Adapun ancaman dari pelanggaran tersebut adalah pidana, karena di dalam UU Hak Cipta dijelaskan mengenai adanya hak ekonomi dari seseorang atau pemegang hak cipta itu, dan adanya pendistribusian dalam bentuk yang sifatnya elektronik maupun nonelektronik.
"Jadi bisa menjual secara online atau menjual mendistribusikan secara WhatsApp ke WhatsApp atau mungkin dikirim melalui email. Tentunya ada nilai komersialnya yang diberikan, bisa dikatakan pelanggaran," jelasnya.
Hal tersebut sesuai dengan Pasal 9 ayat (2) UUHC yang menyebutkan bahwa Setiap Orang yang melaksanakan hak ekonomi sebagaimana dimaksud pada ayat (1) wajib mendapatkan izin Pencipta atau Pemegang Hak Cipta. Termasuk penerbitan Ciptaan, pendistribusian Ciptaan atau salinannya, dan penggandaan Ciptaan dalam segala bentuknya.

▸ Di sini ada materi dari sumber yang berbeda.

describe('the sift report in a browser', () => {
  let browser: Browser;
  let w: PageWatch;
  let land: Landscape;

  beforeAll(async () => {
    land = syntheticLandscape({ kept: 250, seed: 11 });
    const dir = mkdtempSync(join(tmpdir(), 'polysift-report-'));
    const file = join(dir, 'report.html');
    writeFileSync(file, renderSiftReport(land, { title: 'Synthetic test landscape' }));
    browser = await launchChromium();
    w = await openFile(browser, file);
  });

  afterAll(async () => {
    await browser?.close();
  });

  it('loads from file:// with no console errors, no failed requests and no request but the file itself', async () => {
    expect(w.consoleErrors).toEqual([]);
    expect(w.pageErrors).toEqual([]);
    expect(w.failed).toEqual([]);
    expect(w.blocked).toEqual([]);
    expect(w.requests).toEqual([w.url]);
    mkdirSync(SCREENS, { recursive: true });
    await w.page.screenshot({ path: join(SCREENS, 'landscape.png') });
    await w.page.screenshot({ path: join(SCREENS, 'report-full.png'), fullPage: true });
  });

  it('the landscape plot holds one marker per kept structure at its density and relative energy', async () => {
    const plotted = await w.page.evaluate(() => {
      const g = window as unknown as ReportGlobals;
      const gd = document.getElementById('landscape-plot') as unknown as { data: Array<{ x: number[]; y: number[] }> };
      const t = gd.data[g.polysiftReport.traces.kept]!;
      return { x: t.x, y: t.y };
    });
    expect(plotted.x.length).toBe(land.counts.kept);
    expect(plotted.x.length).toBe(land.kept.length);
    land.kept.forEach((k, p) => {
      expect(plotted.x[p]).toBeCloseTo(land.structures[k]!.densityGPerCm3!, 5);
      expect(plotted.y[p]).toBeCloseTo(land.structures[k]!.energyRel!, 4);
    });
  });

  it('a real mouse click on a marker opens that structure in the panel and selects its table row', async () => {
    const target = await clickIsolatedKeptMarker(w.page);
    expect(target.gapPx).toBeGreaterThan(4);
    const idx = land.kept[target.point]!;
    const id = land.structures[idx]!.id;
    await w.page.waitForFunction((want) => document.getElementById('panel-id')?.textContent === want, id, { timeout: 15_000 });
    expect(await w.page.isVisible('#panel-body')).toBe(true);
    expect(await w.page.textContent('#panel-facts')).toContain(land.structures[idx]!.source);
    const selectedRow = await w.page.locator('#kept-table tbody tr[aria-selected="true"]').getAttribute('data-item');
    expect(Number(selectedRow)).toBe(idx);
    // The hover label under the mouse and the panel both give its cell and volume (issue 14).
    const cell = land.structures[idx]!.cell!;
    const cellLine = `a, b, c ${cell.a.toFixed(3)}, ${cell.b.toFixed(3)}, ${cell.c.toFixed(3)} Å; ` +
      `α, β, γ ${cell.alpha.toFixed(2)}, ${cell.beta.toFixed(2)}, ${cell.gamma.toFixed(2)}°`;
    const hover = (await w.page.locator('#landscape-plot .hoverlayer .hovertext').first().textContent())!;
    expect(hover).toContain(id);
    expect(hover).toContain(`${cellLine}; V ${cell.volume!.toFixed(1)} Å³`);
    const facts = await panelFacts(w.page);
    expect(facts.get('Cell')).toBe(cellLine);
    expect(facts.get('Volume')).toBe(`${cell.volume!.toFixed(1)} Å³`);
    // Its members: every duplicate collapsed into it is listed.
    const dupIds = land.structures.filter((r) => r.status === 'duplicate' && r.keptIndex === idx).map((r) => r.id).sort();
    const listed = (await w.page.locator('#members-table tbody tr td:first-child').allTextContents()).sort();
    expect(listed).toEqual(dupIds);
    // Its AMD curve and its neighbours' are drawn.
    const readCurves = () =>
      w.page.evaluate(() => (document.getElementById('amd-plot') as unknown as { data: Array<{ y: number[] }> }).data);
    const neighbours = land.edges
      .filter((e) => e[0] === idx || e[1] === idx)
      .sort((a, b) => a[2] - b[2])
      .map((e) => (e[0] === idx ? e[1] : e[0]));
    const amdOf = (s: number) => land.invariants.kept.find((r) => r.index === s)!.amd;
    const own = amdOf(idx);
    // Shown first as differences from this structure: the nearest neighbour's curve is its AMD minus ours.
    const diff = await readCurves();
    expect(diff.length).toBe(Math.min(5, neighbours.length) + 1);
    amdOf(neighbours[0]!).forEach((v, j) => expect(Math.abs(diff[0]!.y[j]! - (v - own[j]!))).toBeLessThan(2e-4));
    // Then as the curves themselves: its own (drawn last) is its AMD from landscape.json, decoded in the page.
    await w.page.uncheck('#amd-difference');
    const curves = await readCurves();
    const drawn = curves[curves.length - 1]!.y;
    expect(drawn.length).toBe(own.length);
    own.forEach((v, j) => expect(Math.abs(drawn[j]! - v)).toBeLessThan(1e-4));
  });

  it('sorting the table by a column header reorders its rows (click, then Enter and Space on the header button)', async () => {
    const energies = async () =>
      (await w.page.locator('#kept-table tbody tr td:nth-child(2)').allTextContents()).map(Number);
    const header = w.page.locator('#kept-table thead th').nth(1);
    await header.locator('button').click();
    expect(await header.getAttribute('aria-sort')).toBe('ascending');
    const up = await energies();
    expect(up.length).toBe(100);
    for (let i = 1; i < up.length; i++) expect(up[i]!).toBeGreaterThanOrEqual(up[i - 1]!);
    await header.locator('button').focus();
    await w.page.keyboard.press('Enter');
    expect(await header.getAttribute('aria-sort')).toBe('descending');
    const down = await energies();
    for (let i = 1; i < down.length; i++) expect(down[i]!).toBeLessThanOrEqual(down[i - 1]!);
    const highest = Math.max(...land.kept.map((k) => land.structures[k]!.energyRel!));
    expect(down[0]).toBeCloseTo(highest, 3);
    // Sorting by density with Space.
    const densityHeader = w.page.locator('#kept-table thead th').nth(2);
    await densityHeader.locator('button').focus();
    await w.page.keyboard.press(' ');
    expect(await densityHeader.getAttribute('aria-sort')).toBe('ascending');
    expect(await header.getAttribute('aria-sort')).toBe('none');
    const dens = (await w.page.locator('#kept-table tbody tr td:nth-child(3)').allTextContents()).map(Number);
    const lowest = Math.min(...land.kept.map((k) => land.structures[k]!.densityGPerCm3!));
    expect(dens[0]).toBeCloseTo(lowest, 4);
  });

  it('a table row opened with the keyboard highlights its marker and opens its panel', async () => {
    const row = w.page.locator('#kept-table tbody tr').nth(2);
    const idx = Number(await row.getAttribute('data-item'));
    await row.focus();
    await w.page.keyboard.press('ArrowDown');
    const next = Number(await w.page.evaluate(() => document.activeElement?.getAttribute('data-item')));
    expect(next).not.toBe(idx);
    await w.page.keyboard.press('Enter');
    await w.page.waitForFunction((want) => document.getElementById('panel-id')?.textContent === want, land.structures[next]!.id);
    // The marker is ringed: one circle anchored at the structure's density and relative energy.
    const hl = await w.page.evaluate(() => {
      const g = window as unknown as ReportGlobals;
      const gd = document.getElementById('landscape-plot') as unknown as { layout: { shapes: Array<{ type: string; xanchor: number; yanchor: number }> } };
      // The ring is the one circle; the other shape marks the pair energy/density windows would merge (issue 14).
      return { shapes: gd.layout.shapes.filter((x) => x.type === 'circle'), selected: g.polysiftReport.selected };
    });
    expect(hl.selected).toBe(next);
    expect(hl.shapes.length).toBe(1);
    expect(hl.shapes[0]!.xanchor).toBeCloseTo(land.structures[next]!.densityGPerCm3!, 5);
    expect(hl.shapes[0]!.yanchor).toBeCloseTo(land.structures[next]!.energyRel!, 4);
    expect(await w.page.evaluate(() => document.querySelectorAll('#landscape-plot .shapelayer path').length)).toBeGreaterThan(0);
  });

  it('the filter box narrows the table to matching structures', async () => {
    const target = land.structures[land.kept[17]!]!;
    await w.page.fill('#table-filter', target.id);
    await w.page.waitForFunction(() => document.querySelectorAll('#kept-table tbody tr').length === 1);
    expect(await w.page.locator('#kept-table tbody tr td:first-child').allTextContents()).toEqual([target.id]);
    expect(await w.page.textContent('#table-count')).toBe(`1 of ${land.counts.kept} match`);
    await w.page.fill('#table-filter', '');
    await w.page.waitForFunction(() => document.querySelectorAll('#kept-table tbody tr').length === 100);
  });

  it('the filter finds a space group by any common spelling, and the panel says what the members were written in', async () => {
    const p21c = land.kept.filter((k) => land.structures[k]!.spaceGroup === 'P21/c');
    expect(p21c.length).toBeGreaterThan(10);
    // Spellings of group 14 found in files and papers (International Tables Vol. A symbols; common practice).
    for (const spelling of ['P21/c', 'P 21/c', 'P 1 21/c 1', 'P2_1/c', 'p21/c', 'P 1 21/n 1']) {
      await w.page.fill('#table-filter', spelling);
      await w.page.waitForFunction((want) => document.getElementById('table-count')?.textContent === want, `${p21c.length} of ${land.counts.kept} match`);
    }
    // Its number finds exactly the same structures; a group that is not in the landscape finds none.
    await w.page.fill('#table-filter', '14');
    await w.page.waitForFunction((want) => document.getElementById('table-count')?.textContent === want, `${p21c.length} of ${land.counts.kept} match`);
    await w.page.fill('#table-filter', 'P 43 21 2');
    await w.page.waitForFunction((want) => document.getElementById('table-count')?.textContent === want, `0 of ${land.counts.kept} match`);
    // Any other text is looked for in the rows: 'cand-0000' finds the ids that hold it.
    await w.page.fill('#table-filter', 'cand-0000');
    const byText = land.kept.filter((k) => land.structures[k]!.id.includes('cand-0000')).length;
    await w.page.waitForFunction((want) => document.getElementById('table-count')?.textContent === want, `${byText} of ${land.counts.kept} match`);
    // A P21/c structure with members written in P1: the panel names both.
    const withP1 = p21c.find((k) => land.structures[k]!.writtenIn.some((e) => e.spaceGroup === 'P1'))!;
    await w.page.fill('#table-filter', land.structures[withP1]!.id);
    await w.page.waitForFunction(() => document.querySelectorAll('#kept-table tbody tr').length === 1);
    await w.page.locator('#kept-table tbody tr').first().focus();
    await w.page.keyboard.press('Enter');
    await w.page.waitForFunction((want) => document.getElementById('panel-id')?.textContent === want, land.structures[withP1]!.id);
    const facts = (await w.page.textContent('#panel-facts'))!;
    expect(facts).toContain('P21/c (No. 14), detected within 0.06 Å');
    expect(facts).toMatch(/Members written inP21\/c x \d+; P1 x \d+|Members written inP1 x \d+; P21\/c x \d+/);
    const hover = await w.page.evaluate((p) => {
      const g = window as unknown as ReportGlobals;
      const gd = document.getElementById('landscape-plot') as unknown as { data: Array<{ text: string[] }> };
      return gd.data[g.polysiftReport.traces.kept]!.text[p];
    }, land.kept.indexOf(withP1));
    expect(hover).toContain('P21/c, Z′ 1 (members written in');
    await w.page.fill('#table-filter', '');
    await w.page.waitForFunction(() => document.querySelectorAll('#kept-table tbody tr').length === 100);
  });

  it('duplicates appear on demand, one marker per duplicate', async () => {
    const read = () =>
      w.page.evaluate(() => {
        const g = window as unknown as ReportGlobals;
        const gd = document.getElementById('landscape-plot') as unknown as {
          data: Array<{ x: number[] }>;
          _fullData: Array<{ visible: boolean | string }>;
        };
        const t = g.polysiftReport.traces.duplicates;
        return { visible: gd._fullData[t]!.visible, n: gd.data[t]!.x.length };
      });
    expect((await read()).visible).toBe(false);
    await w.page.check('#show-duplicates');
    const after = await read();
    expect(after.visible).toBe(true);
    expect(after.n).toBe(land.counts.duplicate);
  });

  it('the run summary lists every rejected structure with its reason, the timings and the caution', async () => {
    const rejected = land.structures.filter((r) => r.status === 'rejected');
    const ids = await w.page.locator('#rejected-table tbody tr td:first-child').allTextContents();
    expect(ids.sort()).toEqual(rejected.map((r) => r.id).sort());
    const reasons = await w.page.locator('#rejected-table tbody tr td:nth-child(4)').allTextContents();
    expect(reasons.sort()).toEqual(rejected.map((r) => r.reason).sort());
    const timings = await w.page.textContent('#timings-table');
    for (const stage of Object.keys(land.run.timingsSeconds)) expect(timings).toContain(stage);
    expect(await w.page.textContent('#summary-section')).toContain('evidence, not proof that no other form exists');
    expect(await w.page.textContent('#convergence-statement')).toBe(land.convergence!.statement);
    expect(w.consoleErrors).toEqual([]);
    expect(w.pageErrors).toEqual([]);
  });

  it('a landscape with one kept structure, no energies, no map and no convergence curve still loads and says so', async () => {
    const tiny = syntheticLandscape({ kept: 1, duplicates: 2, rejected: 0, outsideWindow: 0, seed: 3, noConvergence: true });
    for (const r of tiny.structures) {
      r.energy = null;
      r.energyRel = null;
    }
    tiny.lowestEnergy = null;
    tiny.structures[tiny.kept[0]!]!.cell = null;
    tiny.embedding = null;
    const dir = mkdtempSync(join(tmpdir(), 'polysift-report-tiny-'));
    const file = join(dir, 'report.html');
    writeFileSync(file, renderSiftReport(tiny));
    const t = await openFile(browser, file);
    try {
      expect(t.consoleErrors).toEqual([]);
      expect(t.pageErrors).toEqual([]);
      expect(t.requests).toEqual([t.url]);
      const n = (await t.page.evaluate('document.getElementById("landscape-plot").data[window.polysiftReport.traces.kept].x.length')) as number;
      expect(n).toBe(1);
      expect(await t.page.textContent('#map-note')).toContain('no metric map');
      expect(await t.page.isHidden('#convergence-section')).toBe(true);
      expect(await t.page.textContent('#rejected-note')).toContain('None');
      expect(await t.page.textContent('#landscape-plot')).toContain('No energies given');
      await t.page.locator('#kept-table tbody tr').first().focus();
      await t.page.keyboard.press('Enter');
      await t.page.waitForFunction((want) => document.getElementById('panel-id')?.textContent === want, tiny.structures[tiny.kept[0]!]!.id);
      expect(await t.page.locator('#members-table tbody tr').count()).toBe(2);
      // No cell known: the panel says so with a dash rather than a made-up value.
      const facts = await panelFacts(t.page);
      expect(facts.get('Cell')).toBe('–');
      expect(facts.get('Volume')).toBe('–');
      expect(t.consoleErrors).toEqual([]);
      expect(t.pageErrors).toEqual([]);
    } finally {
      await t.context.close();
    }
  });
});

Agung mengimbau kepada masyarakat untuk berhati-hati saat mendapat edaran e-book agar tidak melanggar hak cipta, serta memperhatikan dampak yang ditimbulkan apabila mendapatkan buku secara ilegal.
Ia juga menjelaskan agar masyarakat untuk memastikan buku-buku tersebut adalah buku-buku yang memang bebas diakses. Saat ada penawaran-penawaran buku gratis, pastikan untuk memperhatikan terlebih dulu, apakah buku tersebut sudah menjadi public domain atau buku itu memang boleh dibagikan secara gratis seperti buku-buku yang tergabung di dalam creative commons sepanjang tidak merubah nama pencipta ataupun isinya.
"Artinya untuk menghargai pencipta buku atau pemegang hak, kita tentunya harus memiliki komitmen untuk mendapatkan buku-buku yang secara legal," imbaunya.
Dalam penegakan hukum, dalam hal ini harus ada keaktifan dari pencipta maupun penerbit untuk melaporkan kepada pihak yang berwenang atau pihak berwajib bila mendapati pelanggaran hak cipta. Aduan tersebut bisa disampaikan kepada DJKI KemenkumHAM melalui Direktorat Penyidikan dan Penyelesaian Sengketa KI ataupun pihak Kepolisian RI. Dengan membeli buku yang legal, berarti masyarakat turut mendukung para pencipta untuk terus berkarya, terlebih di saat keadaan krisis seperti ini.
Namun, beberapa seniman dan penulis ada yang telah memberikan izin agar karya mereka dapat digunakan secara gratis, seperti halnya penulis J.K Rowling. Ia telah mengizinkan guru untuk menggunakan audio book Harry Potter untuk didengarkan secara gratis sampai Juli 2020. Sementara itu, beberapa artis Indonesia dan luar negeri ada juga yang telah melakukan konser dari rumah untuk menggalang donasi atau sekadar hiburan bagi masyarakat yang membutuhkan.